Meeker is now running KSQ Therapeutics in Cambridge, MA, which hasn’t been completely secret but has largely kept the shades down — until now.
After getting seeded by Flagship Pioneering and Polaris — a pair of keen startup shops — 18 months ago with Novartis veteran Frank Stegmeier orchestrating the use of CRISPR technology in drug discovery, the team has been assembling a pipeline of preclinical programs. And with the help of an expanded syndicate, there’s a $76 million A round to fuel the initial drive to the clinic.
From playing a key role in a global organization with 110,000 employees, Meeker will now be team leader to a company with 40 staffers. And he couldn’t be happier. This is, he says, a place where he can make a difference.
“I think our model is struggling,” Meeker says about pharma R&D. “We all know that. The cost of development is too high.”
At KSQ, he says, you can start an experiment using cutting edge technology and no bias about outcomes.
With CRISPR, he says, “we can study all 20,000 genes in the genome across a multitude of disease models and find out which of those targets has the biggest impact in modulating the disease. We can do it one shot, 20,000 genes at a time.”
Frank Stegmeier joined the exodus of research execs out of Novartis early, recruited in late 2015 from his job as the global head of oncology target discovery to the CSO’s spot at KSQ. And now he’s had a chance to examine that whole galaxy of genes against 600 cancer and immune-based disease models in search of a few big drugs.
Where industry is challenged is working with drugs that are active without knowing if it’s the best. “We have a long list of potential targets,” says Meeker. “We can’t pursue them all, but we can compare them.”

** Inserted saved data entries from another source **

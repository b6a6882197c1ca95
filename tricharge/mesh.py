"""Triangle-surface utilities shared by every layer: validation, vertex merging, components.

Only numpy and scipy; no files, no solver. Arrays follow the package convention:
vertices (n, 3) float64 metres, triangles (m, 3) int64.
"""

from __future__ import annotations

import numpy as np

from scipy.sparse import coo_matrix
from scipy.sparse.csgraph import connected_components as _components
from scipy.spatial import cKDTree

from .errors import MeshError

#: A triangle is degenerate when its area is below this fraction of the area of an
#: equilateral triangle with the same longest edge (common practice, no source).
DEGENERATE_AREA_FRACTION = 1e-10


def validate_surface(vertices, triangles, *, source: str = "mesh") -> tuple[np.ndarray, np.ndarray]:
    """Check a triangle surface and return it as contiguous float64/int64 arrays.

    Parameters
    ----------
    vertices : array_like (n, 3), metres
    triangles : array_like (m, 3), integer vertex indices
    source : name of the input, used in error messages (a file name, say)

    Raises
    ------
    MeshError
        For an empty mesh, wrong shapes, out-of-range indices, non-finite coordinates
        or degenerate (zero-area) triangles. The message names ``source``, the count
        and the first offending triangle.
    """
    v = np.ascontiguousarray(vertices, dtype=np.float64)
    t = np.asarray(triangles)
    if v.ndim != 2 or v.shape[1] != 3:
        raise MeshError(f"{source}: vertices must have shape (n, 3), got {v.shape}")
    if t.size == 0:
        raise MeshError(f"{source}: the mesh has no triangles; export the conductor surfaces as a triangle mesh")
    if t.ndim != 2 or t.shape[1] != 3:
        raise MeshError(f"{source}: triangles must have shape (m, 3), got {t.shape}")
    if not np.issubdtype(t.dtype, np.integer):
        raise MeshError(f"{source}: triangle indices must be integers, got {t.dtype}")
    t = np.ascontiguousarray(t, dtype=np.int64)
    if t.min() < 0 or t.max() >= len(v):
        raise MeshError(
            f"{source}: triangle indices must lie in 0..{len(v) - 1}, found {t.min()}..{t.max()}; the file is inconsistent"
        )
    bad = ~np.isfinite(v[np.unique(t)]).all(axis=1)
    if bad.any():
        raise MeshError(f"{source}: {int(bad.sum())} vertices have NaN or infinite coordinates; repair the export")
    corners = v[t]
    edges = np.roll(corners, -1, axis=1) - corners
    longest = np.linalg.norm(edges, axis=2).max(axis=1)
    areas = 0.5 * np.linalg.norm(np.cross(edges[:, 0], -edges[:, 2]), axis=1)
    degenerate = areas <= DEGENERATE_AREA_FRACTION * (np.sqrt(3.0) / 4.0) * longest**2
    if degenerate.any():
        first = int(np.flatnonzero(degenerate)[0])
        where = ", ".join(f"{x:.6g}" for x in corners[first].mean(axis=0))
        raise MeshError(
            f"{source}: {int(degenerate.sum())} degenerate (zero-area) triangles, first is #{first} near ({where}) m;"
            " remove them or remesh"
        )
    return v, t


def merge_vertices(vertices, triangles, tolerance: float):
    """Merge vertices closer than ``tolerance`` (metres) and drop unused ones.

    Parameters
    ----------
    vertices : (n, 3) float
    triangles : (m, 3) int
    tolerance : absolute distance, metres; callers usually pass a small fraction
        (say 1e-9) of the model's bounding-box diagonal.

    Returns
    -------
    vertices : (k, 3) float64, the first vertex of every cluster, in first-use order
    triangles : (m, 3) int64 re-indexed
    """
    v = np.asarray(vertices, dtype=np.float64)
    t = np.asarray(triangles, dtype=np.int64)
    pairs = cKDTree(v).query_pairs(r=tolerance, output_type="ndarray")
    n = len(v)
    graph = coo_matrix((np.ones(len(pairs)), (pairs[:, 0], pairs[:, 1])), shape=(n, n)) if len(pairs) else coo_matrix((n, n))
    _, cluster = _components(graph, directed=False)
    used_clusters, first_use = np.unique(cluster[t.ravel()], return_index=True)
    order = np.argsort(first_use)
    new_index = np.full(cluster.max() + 1, -1, dtype=np.int64)
    new_index[used_clusters[order]] = np.arange(len(order))
    representative = np.full(cluster.max() + 1, -1, dtype=np.int64)
    representative[cluster[::-1]] = np.arange(n)[::-1]  # lowest original index per cluster
    new_vertices = v[representative[used_clusters[order]]]
    return new_vertices, new_index[cluster[t]]


def connected_components(triangles) -> np.ndarray:
    """Component index (m,) of every triangle; triangles sharing a vertex are connected.

    Components are numbered 0, 1, ... in the order of each one's lowest triangle index.
    """
    t = np.asarray(triangles, dtype=np.int64)
    m = len(t)
    n_vertices = int(t.max()) + 1
    rows = np.repeat(np.arange(m), 3)
    graph = coo_matrix((np.ones(3 * m), (rows, m + t.ravel())), shape=(m + n_vertices, m + n_vertices))
    _, comp = _components(graph, directed=False)
    tri_comp = comp[:m]
    _, first = np.unique(tri_comp, return_index=True)
    order = np.argsort(first)
    renumber = np.empty(tri_comp.max() + 1, dtype=np.int64)
    renumber[np.unique(tri_comp)[order]] = np.arange(len(order))
    return renumber[tri_comp]
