"""From a model to a result: the one call most users need."""

from __future__ import annotations

from .bem.capacitance import Result, capacitance_matrix
from .bem.operators import NearFieldPolicy
from .bem.panels import make_panels
from .model import Model


def solve(model: Model, *, policy: NearFieldPolicy | None = None) -> Result:
    """Capacitance matrix of the model's conductors.

    >>> import tricharge
    >>> from tricharge import shapes
    >>> v, t = shapes.sphere(radius=1.0, frequency=4)
    >>> result = tricharge.solve(tricharge.Model.from_arrays(v, t))
    >>> round(float(result.capacitance[0, 0]) * 1e12, 1)  # 4 pi eps0 x 1 m = 111.3 pF; 320 panels
    109.8
    """
    panels = make_panels(model.vertices, model.triangles, source=model.source)
    return capacitance_matrix(panels, model.labels, model.conductors, eps_r=model.eps_r, policy=policy)
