#: Cautions are printed when the highest potential in a field solution reaches this many
#: volts, or whenever withstand margins were asked for. 1 kV: the conventional upper limit
#: of "low voltage" for AC installations (IEC 60038, from memory); settable with
#: ``--cautions-from``.
CAUTIONS_FROM_VOLTS = 1000.0

#: The cautions of a high-voltage field report (engineering practice; the tool does not replace it).
CAUTIONS = """Cautions for high-voltage use: these are computed fields on an idealised geometry.
  - Keep generous margins: surface contamination, humidity, altitude (lower air density),
    surface roughness, burrs, ageing and transients all lower the real withstand.
  - Sharp edges and corners have singular fields in theory: model the real radius there.
  - Withstand strengths you give are yours to justify; follow the applicable codes and
    standards, and have the design checked by a qualified engineer."""


def _kv_per_mm(value: float) -> str:
    return f"{value / 1e6:.4g} kV/mm"


def needs_cautions(potentials, margins, threshold: float = CAUTIONS_FROM_VOLTS) -> bool:
    """True when a field solution's highest |potential| reaches ``threshold`` volts, or
    margins were asked for."""
    return bool(len(margins)) or (len(potentials) > 0 and float(np.max(np.abs(potentials))) >= threshold)


def field_report(result, model, *, source: str, version: str, cautions_from: float = CAUTIONS_FROM_VOLTS) -> str:
    """The text the ``field`` command prints; the high-voltage cautions when
    :func:`needs_cautions` says so."""
    from .units import format_eng, metres_per

    scale, unit = metres_per(model.unit), model.unit
    lines = [f"tricharge {version}: {printable(source)} (unit {unit}), {plural(len(result.conductors), 'conductor')}, "
             f"{plural(model.n_panels, 'panel')}, {result.method} solve"]
    rows = [["conductor", "potential", "free charge"]]
    for name, v, q, c in zip(result.conductors, result.potentials, result.free_charge, model.conductors):
        rows.append([printable(name), format_eng(v, "V", keep_zeros=False) + (" (floating)" if c.floating else ""),
                     format_eng(q, "C")])
    lines += [""] + _table(rows, right={1, 2})
    rows = [["part", "#", "|E|", "where (" + unit + ")", "panel " + unit, "feature"]]
    for s in result.spots:
        where = ", ".join(f"{x / scale:.4g}" for x in s.location)
        feature = f"sharp ({s.sharp_angle:.0f} deg)" if s.sharp else ""
        rows.append([printable(result.parts[s.group]), str(s.rank), _kv_per_mm(s.field), where,
                     f"{s.panel_size / scale:.3g}",
                     feature])
    lines += ["", "Highest surface fields (|E| on the surface, the larger side at interfaces):"]
    lines += _table(rows, right={1, 2, 4})
    if any(s.sharp for s in result.spots):
        lines += ["", "Peaks marked sharp sit where neighbouring panels meet at more than 30 degrees: an edge,",
                  "a corner or a curve too coarse for its mesh. The true field there is higher than the panel",
                  "value and grows as the mesh is refined: model the real radius (and mesh it with panels",
                  "several times smaller than that radius) before trusting the number."]
    if result.utilisation is not None:
        lines += ["", f"Gap between the two electrodes: {result.gap / scale:.4g} {unit}; utilisation factor "
                      f"E_mean/E_max = {result.utilisation:.3f} (1 for a uniform field)."]
    if result.margins:
        lines += ["", "Margins against the withstand strengths given:"]
        for medium, e_max, strength in result.margins:
            verdict = "exceeded" if e_max >= strength else f"margin {strength / e_max:.2f}x"
            lines.append(f"  {printable(medium)}: peak {_kv_per_mm(e_max)} against {_kv_per_mm(strength)} ({verdict})")
    if needs_cautions(result.potentials, result.margins, cautions_from):
        lines += ["", CAUTIONS]
    return "\n".join(lines)


def refinement_report(rechecked) -> str:
    """Lines for the peak refinement check: [(part, before V/m, after V/m)]."""
    lines = ["Peak refinement check (panels around each part's peak split into four):"]
    for part, before, after in rechecked:
        change = after / before - 1.0
        verdict = ("grows with the mesh: a sharp edge or corner, or a curve the mesh does not resolve; "
                   "refine there (or model the radius) before using the value" if change > 0.1
                   else "settled to within 10 %")
        lines.append(f"  {printable(part)}: {_kv_per_mm(before)} -> {_kv_per_mm(after)} ({change:+.1%}), {verdict}")
    return "\n".join(lines)


class Terminal:
    """Where the human-readable report goes: stdout, or stderr when an output is written
    to standard output; nothing when quiet."""

    def __init__(self, quiet: bool = False, to_stderr: bool = False):
        self.quiet, self.to_stderr = quiet, to_stderr
        self.pending: list[str] = []

    def say(self, text: str) -> None:
        if not self.quiet:
            click.echo(text, err=self.to_stderr)

    def warn(self, text: str) -> None:
        """Keep a warning for :meth:`flush_warnings`: warnings are shown once the work has
        succeeded, so a run that fails ends in its one error line."""
        self.pending.append(text)

    def flush_warnings(self) -> None:
        for text in dict.fromkeys(self.pending):
            click.echo(f"tricharge: warning: {printable(text)}", err=True)
        self.pending = []

class Progress:
    """Progress bars on stderr for long work; silent when quiet or not a terminal."""

    def __init__(self, quiet: bool):
        self.enabled = not quiet and sys.stderr.isatty()
        self.bar, self.stage = None, None

    def __call__(self, stage: str, done: int, total: int) -> None:
        if not self.enabled:
            return
        from tqdm import tqdm

        if stage != self.stage:
            self.close()
            self.stage = stage
            kind = stage.rsplit(": ", 1)[-1]  # refinement studies prefix "level 2/3: "
            unit = "it" if kind == "iterations" else "panels" if kind == "near field" else "step"
            self.bar = tqdm(total=None if kind == "iterations" else total, desc=stage, unit=unit, leave=False,
                            file=sys.stderr)
        self.bar.update(done - self.bar.n)

    def close(self) -> None:
        if self.bar is not None:
            self.bar.close()
            self.bar = None


def placement_notes(requests, values, model) -> list[str]:
    """Lines saying where sample points lie when that changes how their values were
    obtained: every probe that is not free, and counts for lines and sections."""
    from .bem.evaluation import BELOW_PLANE, INSIDE, NARROW_GAP, NEAR
    from .units import metres_per

    scale, unit, names = metres_per(model.unit), model.unit, model.conductor_names
    notes, numbers = [], {"line": 0, "section": 0}
    for (kind, points, _), sample in zip(requests, values):
        if kind == "probe":
            for k, (point, where) in enumerate(zip(points, sample.where), start=1):
                at = ", ".join(f"{x / scale:.4g}" for x in point)
                if where == INSIDE:
                    text = (f"inside conductor {printable(names[sample.conductor[k - 1]])}: its potential, "
                            "no field")
                elif where == BELOW_PLANE:
                    text = "below the ground plane: potential 0, no field"
                elif where in (NEAR, NARROW_GAP):
                    d, h = sample.distance[k - 1], sample.panel_size[k - 1]
                    text = (f"{d / scale:.3g} {unit} from a surface ({d / h:.2g} panel sizes): " +
                            ("field extrapolated from 0.5-1.5 panel sizes out" if where == NEAR else
                             "in a gap narrower than the mesh resolves, evaluated directly; refine the mesh there"))
                else:
                    continue
                notes.append(f"probe {k} ({at} {unit}) lies {text}")
            continue
        numbers[kind] += 1
        counts = [(int(np.isin(sample.where, (INSIDE, BELOW_PLANE)).sum()), "inside conductors or below the plane "
                   "(potential of the conductor, no field; a gap in charts)"),
                  (int((sample.where == NEAR).sum()), "near a surface (field extrapolated from 0.5-1.5 panel sizes "
                   "out)"),
                  (int((sample.where == NARROW_GAP).sum()), "in gaps narrower than the mesh resolves")]
        said = [f"{n:,} {what}" for n, what in counts if n]
        if said:
            notes.append(f"{kind} {numbers[kind]}: of {len(points):,} points, " + "; ".join(said))
    return notes


def sensitivity_report(sens, result, model, *, top: int = 10) -> str:
    """The largest changes of the mutual-form capacitors when a part moves by a step of
    about a hundredth of the model's size (a round number in the model's unit)."""
    from .bem.results import mutual_form
    from .units import metres_per

    names = [printable(n) for n in result.conductors]
    mutual = result.mutual
    diagonal = float(np.linalg.norm(np.ptp(model.vertices, axis=0)))
    step = 10.0 ** np.floor(np.log10(diagonal / 100.0))
    scale = metres_per(model.unit)
    rows = []
    for p, part in enumerate(sens.parts):
        for d, axis in enumerate("xyz"):
            change = mutual_form(sens.translation[p, d]) * step
            for a in range(len(names)):
                for b in range(a, len(names)):
                    if mutual[a, b] > 1e-3 * np.abs(mutual).max():
                        rows.append((abs(change[a, b]) / mutual[a, b], change[a, b], a, b, part, axis))
    rows.sort(key=lambda row: -row[0])
    reference = printable(result.reference)
    lines = [f"Largest sensitivities (from the solved charges, no extra solve), per {step / scale:g} {model.unit} "
             "of a part moving:"]
    for relative, change, a, b, part, axis in rows[:top]:
        what = f"{names[a]} - {names[b]} coupling" if a != b else f"{names[a]} - {reference}"
        lines.append(f"  {what}: {format_eng(change, 'F', keep_zeros=False)} ({change / abs(mutual[a, b]):+.2%}) with "
                     f"{printable(part)} moving +{axis}")
    lines.append("  (a tolerance budget: multiply by the expected movement in steps; all in the JSON, in F/m)")
    return "\n".join(lines)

If they are right and “CRISPRomics” works the way they believe it will, the company can move with greater confidence against a few select programs, looking for a more efficient model for development.
Stegmeier tells me it was a dream job, with a chance to work with some world-renowned scientific founders: David Sabatini of the Whitehead Institute and MIT, William Hahn of the Broad Institute and Dana-Farber Cancer Institute, Jonathan Weissman from UCSF, and Tim Wang of MIT.
It’s the kind of platform model that lends itself to early partnering, fitting comfortable into Flagship’s model for spawning complete companies run by impressive, high-profile teams in alliance with marquee scientists and abundant financing.
ARCH Venture Partners, another VC that loves to help kickstart ambitious efforts like this, and Alexandria Equities also jumped into the A round.
That team of 40 should double in the next year, says Meeker. And they’ll have some expert guidance on the deal front.
George Golumbeski, deal-maker extraordinaire who’s made quite a name for himself at Celgene, is lending a hand as a special adviser and board member.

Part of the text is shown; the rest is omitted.